The King had just approved formation of the RAN and Gerald was one of its first members.
When war broke out, Gerald had already been to England to sail back on the pride of the fleet, HMAS Australia.
Grerard Patrick was one of the first Australians to see action in The Great War.
He was in the landing party that secured German Rabaul New Guinea.
The elder Smith boy Leslie John was a famous musician and the manager of Stanley MacKay's Royal Pantomime Company. He was constantly on tour with glamorous stars throughout Australia and New Zealand.
119 Leslie John Smith went straight into action as a machine gunner on The Somme.
That's him on great grandma's Catherine's lap with great grandpa the stern school teacher watching over them.
My grandpa Percy Leo Smith was a telegraph operator at the Melbourne GPO.
Les, Percy and Gerald were solid Irish Catholic working class boys.
Waltter Geappen (my grandma's father) was a 3rd generation protestant Australian. His boys signed up too, as you'd expect of the sons of the Victorian Government Printer and Grand Master of Melbourne's Masonic Lodge. Here are the Geappen boys with my grandmother Myrene just before the war.
20 year old blacksmith Les was always going to be a Sapper!
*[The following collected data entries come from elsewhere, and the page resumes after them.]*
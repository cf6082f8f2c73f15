"""risk package."""
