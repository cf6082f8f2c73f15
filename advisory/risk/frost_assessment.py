"""Bridges between a frost plan (:class:`advisory.risk.frost_data.BlockRisk`) and the runs'
:class:`advisory.assessment.Assessment` contract: protection steps, their start and stop rules in
words, the assessment's fields, and the plan read back from a stored assessment.
"""

from __future__ import annotations

from dataclasses import fields
from datetime import UTC, datetime
from functools import lru_cache

from advisory.risk import cautions
from advisory.risk.frost_data import BlockRisk, MethodPlan
from advisory.risk.levels import LEVELS
from advisory.risk.protection.equipment import _c

#: MethodPlan attribute -> ProtectionStep.quantities key.
_QUANTITY_KEYS = {
    "run_hours": "hours", "run_hours_cold": "hours_cold", "start_air_temp_c": "start_air_temp_c",
    "start_wet_bulb_c": "start_wet_bulb_c", "rate_mm_h": "rate_available_mm_h",
    "required_rate_mm_h": "rate_needed_mm_h", "water_m3": "water_m3", "water_m3_cold": "water_m3_cold",
    "water_l_per_ha": "water_l_per_ha", "fuel_l": "fuel_l", "fuel_l_cold": "fuel_l_cold",
    "inversion_c": "inversion_c",
}


def start_rule_text(risk: BlockRisk, plan: MethodPlan) -> str:
    """Plain-language start rule in °C, e.g. "when the wet bulb falls to -1.2 °C"."""
    if plan.method == "none":
        return ""
    if plan.start_wet_bulb_c is not None:
        return (f"when the wet bulb falls to {_c(plan.start_wet_bulb_c)} °C "
                f"(air about {_c(plan.start_air_temp_c)} °C at the forecast dew point)")
    return f"when the air falls to {_c(plan.start_air_temp_c)} °C"


def stop_rule_text(risk: BlockRisk, plan: MethodPlan) -> str:
    """Plain-language stop rule in °C."""
    if plan.method == "none":
        return ""
    if plan.method == "overtree_sprinkler":
        return (f"after sunrise, once the wet bulb is above {_c(risk.critical_c)} °C and the ice is "
                "melting; never earlier")
    return f"after sunrise, once the air is back above {_c(plan.start_air_temp_c)} °C"


def protection_steps(risk: BlockRisk) -> list:
    """The block's plans as :class:`advisory.assessment.ProtectionStep` objects.

    ``advised`` is the plan's ``recommended`` flag.  Numbers go to
    ``quantities`` (keys in :data:`_QUANTITY_KEYS`); ``ready_by_utc`` and
    ``stop_open`` are set when the ProtectionStep class has those fields, else
    kept as quantities ``ready_by_unix_s`` and ``stop_open_flag``.
    """
    from advisory.assessment import ProtectionStep

    have = _step_fields(ProtectionStep)
    out = []
    for p in risk.plans:
        q = {key: float(getattr(p, attr)) for attr, key in _QUANTITY_KEYS.items()
             if getattr(p, attr) is not None}
        kw = {}
        if "ready_by_utc" in have:
            kw["ready_by_utc"] = p.ready_by_utc
        elif p.ready_by_utc is not None:  # until ProtectionStep has the field: epoch seconds
            q["ready_by_unix_s"] = p.ready_by_utc.timestamp()
        if "stop_open" in have:
            kw["stop_open"] = p.stop_open
        elif p.stop_open:
            q["stop_open_flag"] = 1.0
        if "caution_keys" in have:
            kw["caution_keys"] = list(p.caution_keys)
        out.append(ProtectionStep(method=p.method, advised=p.recommended, start_utc=p.start_utc,
                                  stop_utc=p.stop_utc, start_rule=start_rule_text(risk, p),
                                  stop_rule=stop_rule_text(risk, p), quantities=q, notes=list(p.notes),
                                  estimated=p.inversion_estimated, **kw))
    return out


@lru_cache(maxsize=4)
def _step_fields(cls) -> frozenset[str]:
    return frozenset(f.name for f in fields(cls))


def assessment_fields(risk: BlockRisk) -> dict:
    """Values for the risk fields of :class:`advisory.assessment.Assessment`.

    Returns a dict with keys p10_c, p50_c, p90_c, t10_c, t90_c, level, level_rank,
    p_below_t10, p_below_t90, expected_kill_pct, p_kill_ge_10pct,
    critical_time_utc, hours_below_t10, plan (ProtectionStep list), cautions
    (caution keys of the advised plans) and details (the remaining figures).
    """
    keys: list[str] = []
    for p in risk.recommended:
        keys.extend(p.caution_keys)
    return {
        "p10_c": risk.min_p10_c, "p50_c": risk.min_p50_c, "p90_c": risk.min_p90_c,
        "t10_c": risk.t10_c, "t90_c": risk.t90_c, "level": risk.level, "level_rank": risk.level_index,
        "p_below_t10": risk.p_min_below_t10, "p_below_t90": risk.p_min_below_t90,
        "expected_kill_pct": 100.0 * risk.expected_kill, "p_kill_ge_10pct": risk.p_kill_10,
        "critical_time_utc": risk.critical_time_utc, "hours_below_t10": risk.hours_below_t10,
        "plan": protection_steps(risk), "cautions": list(dict.fromkeys(keys)),
        "details": {
            "p_kill_ge_90pct": risk.p_kill_90, "needs_protection": risk.needs_protection,
            "critical_c": risk.critical_c, "hours_below_t10_cold": risk.hours_below_t10_cold,
            "sustained_min_offset_c": risk.sustained_min_offset_c,
            "duration_shift_c": risk.duration_shift_c, "near_min_hours": risk.near_min_hours,
            "time_of_min_utc": risk.time_of_min_utc.isoformat() if risk.time_of_min_utc else None,
        },
    }


def _ready_by(step) -> datetime | None:
    t = getattr(step, "ready_by_utc", None)
    if t is None and (step.quantities or {}).get("ready_by_unix_s") is not None:
        t = datetime.fromtimestamp(float(step.quantities["ready_by_unix_s"]), tz=UTC)
    return t


def risk_from_assessment(a) -> BlockRisk:
    """Rebuild a :class:`BlockRisk` from a stored frost Assessment (for reprinting run sheets).

    Figures the Assessment does not keep are NaN.
    """
    nan = float("nan")
    d = a.details or {}
    plans = []
    for st in a.plan:
        q = st.quantities or {}
        kw = {attr: q.get(key) for attr, key in _QUANTITY_KEYS.items()}
        keys = getattr(st, "caution_keys", None)
        if not keys:
            keys = list(cautions.cautions_for_method(st.method))
            if st.method == "overtree_sprinkler" and not st.advised and (
                    q.get("rate_needed_mm_h") is None
                    or (q.get("rate_available_mm_h") or 0.0) < q.get("rate_needed_mm_h", 0.0)):
                keys.insert(0, "sprinkler_rate_short")
            if st.method == "wind_machine" and st.estimated:
                keys.insert(0, "inversion_estimated")
        plans.append(MethodPlan(
            method=st.method, usable=bool(st.advised), recommended=bool(st.advised),
            start_utc=st.start_utc, ready_by_utc=_ready_by(st), stop_utc=st.stop_utc,
            stop_open=bool(getattr(st, "stop_open", False) or q.get("stop_open_flag")),
            inversion_estimated=bool(st.estimated),
            notes=tuple(st.notes), caution_keys=tuple(dict.fromkeys(keys)), **kw))
    t_min = d.get("time_of_min_utc")
    level = a.level if a.level in LEVELS else LEVELS[0]
    needs = d.get("needs_protection")
    if needs is None:
        needs = any(p.recommended for p in plans)
    return BlockRisk(
        block=a.block, crop=a.crop, stage=a.stage, t10_c=a.t10_c if a.t10_c is not None else nan,
        t90_c=a.t90_c if a.t90_c is not None else nan,
        critical_c=d.get("critical_c", a.t10_c if a.t10_c is not None else nan),
        min_p10_c=a.p10_c if a.p10_c is not None else nan, min_p50_c=a.p50_c if a.p50_c is not None else nan,
        min_p90_c=a.p90_c if a.p90_c is not None else nan,
        time_of_min_utc=datetime.fromisoformat(t_min) if isinstance(t_min, str) else t_min,
        sustained_min_offset_c=d.get("sustained_min_offset_c", nan), duration_shift_c=d.get("duration_shift_c", nan),
        near_min_hours=d.get("near_min_hours", nan),
        hours_below_t10=a.hours_below_t10 if a.hours_below_t10 is not None else nan,
        hours_below_t10_cold=d.get("hours_below_t10_cold", nan),
        expected_kill=(a.expected_kill_pct / 100.0) if a.expected_kill_pct is not None else nan,
        p_kill_10=a.p_kill_ge_10pct if a.p_kill_ge_10pct is not None else nan,
        p_kill_90=d.get("p_kill_ge_90pct", nan), level=level, needs_protection=bool(needs),
        plans=tuple(plans), p_min_below_t10=a.p_below_t10 if a.p_below_t10 is not None else nan,
        p_min_below_t90=a.p_below_t90 if a.p_below_t90 is not None else nan,
        critical_time_utc=a.critical_time_utc)
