def test_stop_open_when_curve_ends_cold():
    eq = [{"kind": "overtree_sprinkler", "rate_mm_h": 5.0}]
    c = night(hours=11)  # ends at the minimum
    p = _only(fr.plan_night([block(equipment=eq)], c, fc(-3.0, -2.0, -1.0))[0], "overtree_sprinkler")
    assert p.stop_open and any("keep running" in n for n in p.notes)


def test_vectorised_over_many_blocks_matches_single_runs():
    n = 30
    rng = np.random.default_rng(3)
    c = night(n_blocks=n)
    c.air_temp_c += rng.normal(0, 0.5, size=(n, 1))
    p50 = rng.uniform(-4, 1, n)
    f = fc(p50 - 1.5, p50, p50 + 1.0)
    stages = th.stages_for("apple")
    bl = [block(f"B{i}", stage=stages[i % len(stages)], equipment=[{"kind": "heater"}]) for i in range(n)]
    many = fr.plan_night(bl, c, f)
    for i in (0, 7, 29):
        ci = frost_data.NightCurves(c.times_utc, c.air_temp_c[i:i + 1], c.dew_point_c[i:i + 1],
                            c.wind_speed_ms[i:i + 1], c.sunrise_utc[i:i + 1])
        one = fr.plan_night([bl[i]], ci, fc(f.p10_c[i], f.p50_c[i], f.p90_c[i]))[0]
        assert one.expected_kill == pytest.approx(many[i].expected_kill)
        assert one.plans[0].start_utc == many[i].plans[0].start_utc


def test_assessment_bridge_round_trip():
    eq = [{"kind": "overtree_sprinkler", "rate_mm_h": 5.0}, {"kind": "wind_machine"}]
    r = fr.plan_night([block(equipment=eq, cloud_cover_pct=10.0)], night(), fc(-3.0, -2.0, -1.0))[0]
    fields = frost_assessment.assessment_fields(r)
    a = Assessment(kind="frost", farm="F", farm_tz="UTC", units="metric", block_id=1, block=r.block,
                   station="S", crop=r.crop, variety=None, stage=r.stage, area_ha=4.0,
                   night=datetime(2024, 4, 9).date(), **fields)
    back = frost_assessment.risk_from_assessment(a)
    assert back.level == r.level and back.needs_protection == r.needs_protection
    assert back.expected_kill == pytest.approx(r.expected_kill)
    for p, q in zip(r.plans, back.plans, strict=True):
        assert (p.method, p.start_utc, p.stop_utc, p.recommended) == (q.method, q.start_utc, q.stop_utc,
                                                                       q.recommended)
        assert p.water_m3 == q.water_m3 and p.start_wet_bulb_c == q.start_wet_bulb_c
    steps = fields["plan"]
    assert steps[0].start_rule.startswith("when the wet bulb falls to")
    assert r.critical_time_utc is None  # the central low (-2.0 °C) stays above T10 (-2.2 °C)
    assert 0 <= r.p_min_below_t10 <= 1


def test_times_are_utc_aware():
    r = fr.plan_night([block(equipment=[{"kind": "heater"}])], night(), fc(-3, -2, -1))[0]
    p = r.plans[0]
    assert p.start_utc.tzinfo is not None and p.start_utc.utcoffset() == timedelta(0)
    assert r.time_of_min_utc == datetime(2024, 4, 10, 12, 0, tzinfo=UTC)


def test_already_cold_at_start_of_curve():
    c = night(t_eve=-2.0, t_min=-3.0)
    r = fr.plan_night([block(equipment=[{"kind": "heater"}])], c, fc(-4.0, -3.0, -2.0))[0]
    p = r.plans[0]
    assert p.start_utc == T0.to_pydatetime() and any("start now" in n for n in p.notes)


# ------------------------------------------------------------------------------------------------
# Critical time, the cold case, sprinkler need
# ------------------------------------------------------------------------------------------------

def _hour_of(t):
    return (pd.Timestamp(t) - T0) / pd.Timedelta(hours=1)


def test_critical_time_is_when_the_air_reaches_t10_not_the_start_time():
    c = night(t_eve=6.0, t_min=-3.5, min_hour=10)
    r = fr.plan_night([block(stage="full bloom", equipment=[{"kind": "heater"}])], c, fc(-6.0, -3.5, -1.0))[0]
    air = c.air_temp_c[0]
    h = np.arange(len(air), dtype=float)
    cross_t10 = np.interp(-r.t10_c, -air[:11], h[:11])             # falling branch, inverted
    cross_start = np.interp(-(r.t10_c + 1.0), -air[:11], h[:11])   # T10 + the 1 °C start margin
    assert _hour_of(r.critical_time_utc) == pytest.approx(cross_t10, abs=0.02)
    heater = _only(r, "heater")
    assert _hour_of(heater.start_utc) <= cross_start + 1e-9 < cross_t10
    assert _hour_of(r.critical_time_utc) - _hour_of(heater.start_utc) > 0.5


def test_critical_time_none_when_the_central_curve_stays_above_t10():
    r = fr.plan_night([block(equipment=[{"kind": "heater"}])], night(t_min=-1.9), fc(-4.0, -1.9, -0.5))[0]
    assert r.critical_time_utc is None
    assert _only(r, "heater").start_utc is not None  # -1.9 is below T10 + margin: the start still comes


def test_cold_case_leaves_the_observed_evening_alone_and_matches_the_band():
    c = night(t_eve=6.0, t_min=-2.0, min_hour=10)
    w = fr.cold_fan_weight(c.air_temp_c)
    assert w[0, 0] == 0.0 and np.all(w[0, 10:] == 1.0) and np.all(np.diff(w[0, :11]) >= 0)
    # the chart's lower band edge (the forecast's 10th-percentile curve) runs from the evening reading
    # to the p10 minimum along the same square-root shape
    p10, p50 = -5.0, -2.0
    h = np.arange(11, dtype=float)
    band = 6.0 - (6.0 - p10) * np.sqrt(h / 10)
    np.testing.assert_allclose(c.air_temp_c[0, :11] + (p10 - p50) * w[0, :11], band, atol=1e-9)
    r = fr.plan_night([block(equipment=[{"kind": "heater"}])], c, fc(p10, p50, 0.0))[0]
    ready = _hour_of(_only(r, "heater").ready_by_utc)
    start_c = r.critical_c + 1.0
    cross = np.interp(-start_c, -band, h)
    assert cross - 0.25 - 1e-9 <= ready <= cross + 1e-9  # rounded down to 15 min


def test_sprinkler_note_says_how_close_the_system_is_and_where_the_table_comes_from():
    c = night(dew=-6.0, wind=0.9)
    eq = [{"kind": "overtree_sprinkler", "rate_mm_h": 3.0}]
    r = fr.plan_night([block(equipment=eq)], c, fc(-7.0, -4.5, -2.0))[0]
    p = _only(r, "overtree_sprinkler")
    need = sprinklers.required_sprinkler_rate_mm_h(-4.5, 0.9)
    assert p.required_rate_mm_h == pytest.approx(need)
    note = next(n for n in p.notes if n.startswith("System 3 mm/h, needs"))
    assert f"needs {need:.1f} mm/h: {math.floor(100 * 3.0 / need):.0f} % of the need" in note
    assert "built for citrus" in note


def test_reasons_after_a_colon_continue_the_sentence():
    from advisory.risk.frost import _lower_first

    assert _lower_first("Inversion unknown (no upper sensor)") == "inversion unknown (no upper sensor)"
    assert _lower_first("T10 not reached") == "T10 not reached"  # a symbol keeps its case
    assert _lower_first("RH sensor stuck") == "RH sensor stuck"
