def _store(session: Session, assessments: list[asm.Assessment], *, revision_mode: str,
           now: dt.datetime, timings: StageTimes | None = None, prepared: Prepared | None = None,
           workers: int = 1, stage: Callable[[list], Any] | None = None,
           known_blocks: Mapping[int, Block] | None = None) -> tuple[list[tuple[StoredNotice, list]], list[str]]:
    """Store forecasts and notices; returns (notices to deliver, skipped messages).

    The rows are written with a few bulk INSERT statements (the database hands back
    the new ids in order); what was stored before is read with one query per
    table, not one per block.

    Parameters
    ----------
    session : Session
        The run's transaction (the caller commits).
    assessments : list of Assessment
    revision_mode : {"evening", "heat", "missed", "update"}
        ``evening``, ``heat`` and ``missed`` store revision 0 of a block-night
        once (a block already assessed is skipped); ``update`` stores the next
        revision and a notice only when :func:`material_change` says so.
    now : datetime
        The run's clock (``created_at``).
    prepared : Prepared, optional
        :func:`_prepare` of ``assessments`` when already made (by the run's worker processes).
    workers : int
        Processes that may compose the farm summaries of a large run (see :mod:`advisory.forking`).
    known_blocks : mapping, optional
        The assessed blocks by id (or their :class:`_BlockLinks`), when the caller has them
        (else each is looked up).
    stage : callable, optional
        Called with ``[(key, block notice, (stored JSON, payload JSON))]``, ``[(key, farm
        summary)]`` and the keys of the block notices worker processes handed over themselves,
        once every notice of the batch is composed, before anything is written (see
        :meth:`_Staging.hand_over`).
    """
    if prepared is None:
        prepared = _prepare(session, assessments, revision_mode=revision_mode, timings=timings)
    todo, payloads, composed, skipped = prepared.todo, prepared.payloads, prepared.composed, prepared.skipped
    if not todo:
        return [], skipped
    loaded = known_blocks or {}
    blocks = {a.block_id: loaded.get(a.block_id) or session.get(Block, a.block_id) for a in todo}
    by_farm: dict[int, list[tuple[asm.Assessment, Block]]] = defaultdict(list)
    for a, notice in zip(todo, composed, strict=True):
        if notice is not None:
            by_farm[blocks[a.block_id].farm_id].append((a, blocks[a.block_id]))
    # One farm summary per farm and run (only for the evening and heat runs and for updates with news).
    batch: dict[int, list[asm.Assessment]] = defaultdict(list)  # this batch's assessments by farm
    for a in todo:
        batch[blocks[a.block_id].farm_id].append(a)
    wanted = []  # (farm id, its assessments, revision, key, recipients) of each summary to compose
    for farm_id, items in by_farm.items():
        farm_assessments = [a for a, _ in items]
        a0 = farm_assessments[0]
        revision = max(a.revision for a in farm_assessments)
        if revision_mode in ("evening", "heat"):
            # the summary gathers every block of the farm assessed for this night, not only this batch
            farm_assessments = _farm_payloads(session, farm_id, a0.night, a0.kind, batch[farm_id]) \
                or farm_assessments
        elif revision_mode == "update":
            # the farm's whole picture: the blocks with news as now, the others as last sent
            farm_assessments = _farm_last_noticed(session, farm_id, a0.night, a0.kind, farm_assessments)
        key = compose.notice_key(a0.kind + "-summary", a0.farm, None, a0.night, revision) + f":{_batch_tag(items)}"
        if session.scalar(select(Notice.id).where(Notice.key == key)) is not None:
            continue
        recips = {r.id: r for _, b in items for r in b.recipients}
        wanted.append((farm_id, farm_assessments, revision, key, list(recips.values())))
    # Large farms' summaries are composed by several processes (each a farm at a time).
    from advisory import forking

    share = workers if sum(len(x[1]) for x in wanted) >= PARALLEL_FROM_BLOCKS else 1
    news = {a.block_id for a, notice in zip(todo, composed, strict=True) if notice is not None}
    composed_summaries = forking.fork_map(
        lambda x: compose.compose_farm(x[1], revision=x[2], changed=news if x[2] else None), wanted, share)
    _lap(timings, "compose summaries")
    if stage is not None:  # every notice is composed: its outbox files can be written ahead
        stage([(c[0], c[2], (c[3], p)) for c, p in zip(composed, payloads, strict=True) if c],
              [(x[3], summary) for x, summary in zip(wanted, composed_summaries, strict=True)],
              prepared.staged)
        _lap(timings, "hand over to the outbox writer")
    forecast_ids = _insert_returning_ids(session, Forecast, [
        {"block_id": a.block_id, "kind": a.kind, "night": a.night, "revision": a.revision, "created_at": now,
         "reference_time": a.reference_time_utc, "status": a.status, "reason": a.reason, "model": a.model,
         "training_nights": a.training_nights, "min_p10_c": a.p10_c, "min_p50_c": a.p50_c,
         "min_p90_c": a.p90_c, "level": a.level, "payload": jsoncodec.Fragment(payload)}
        for a, payload in zip(todo, payloads, strict=True)])
    _lap(timings, "store forecasts")
    rows, sent, notices = [], [], []
    for a, notice, fid in zip(todo, composed, forecast_ids, strict=True):
        if notice is None:
            continue
        block = blocks[a.block_id]
        key, subject, content, stored = notice
        rows.append({"key": key, "farm_id": block.farm_id, "block_id": a.block_id, "forecast_id": fid,
                     "kind": a.kind, "night": a.night, "revision": a.revision, "is_update": a.is_update,
                     "level": a.level, "subject": subject, "created_at": now,
                     "content": jsoncodec.Fragment(stored)})  # without its data: the forecast's payload
        notices.append(content)
        sent.append(list(block.recipients))
    for (farm_id, _, revision, key, recips), summary in zip(wanted, composed_summaries, strict=True):
        rows.append({"key": key, "farm_id": farm_id, "block_id": None, "forecast_id": None,
                     "kind": summary.kind + "-summary", "night": dt.date.fromisoformat(summary.night),
                     "revision": revision, "is_update": revision > 0, "level": summary.level,
                     "subject": summary.subject, "created_at": now, "content": summary})
        notices.append(summary)
        sent.append(recips)
    notice_ids = _insert_returning_ids(session, Notice, rows)
    to_send = [(StoredNotice(nid, r["key"], r["farm_id"], r["block_id"], n), recips)
               for nid, r, n, recips in zip(notice_ids, rows, notices, sent, strict=True)]
    _lap(timings, "store notices")
    return to_send, skipped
But Les hadn't attained his majority..
Les was an Australian Native just like me.
My grandfather Percy Leo Smith was first allocated to the 7th Battalion. He first served in Cairo Egypt.
When Les went into action on The Somme, Percy transferred to the 3rd Division to be near him.
In December 1916 Les copped a shocking whack - the gunshot wound penetrating his face and eye.
This photo was taken a year later, even in the grainy sepia wash you can see the damage.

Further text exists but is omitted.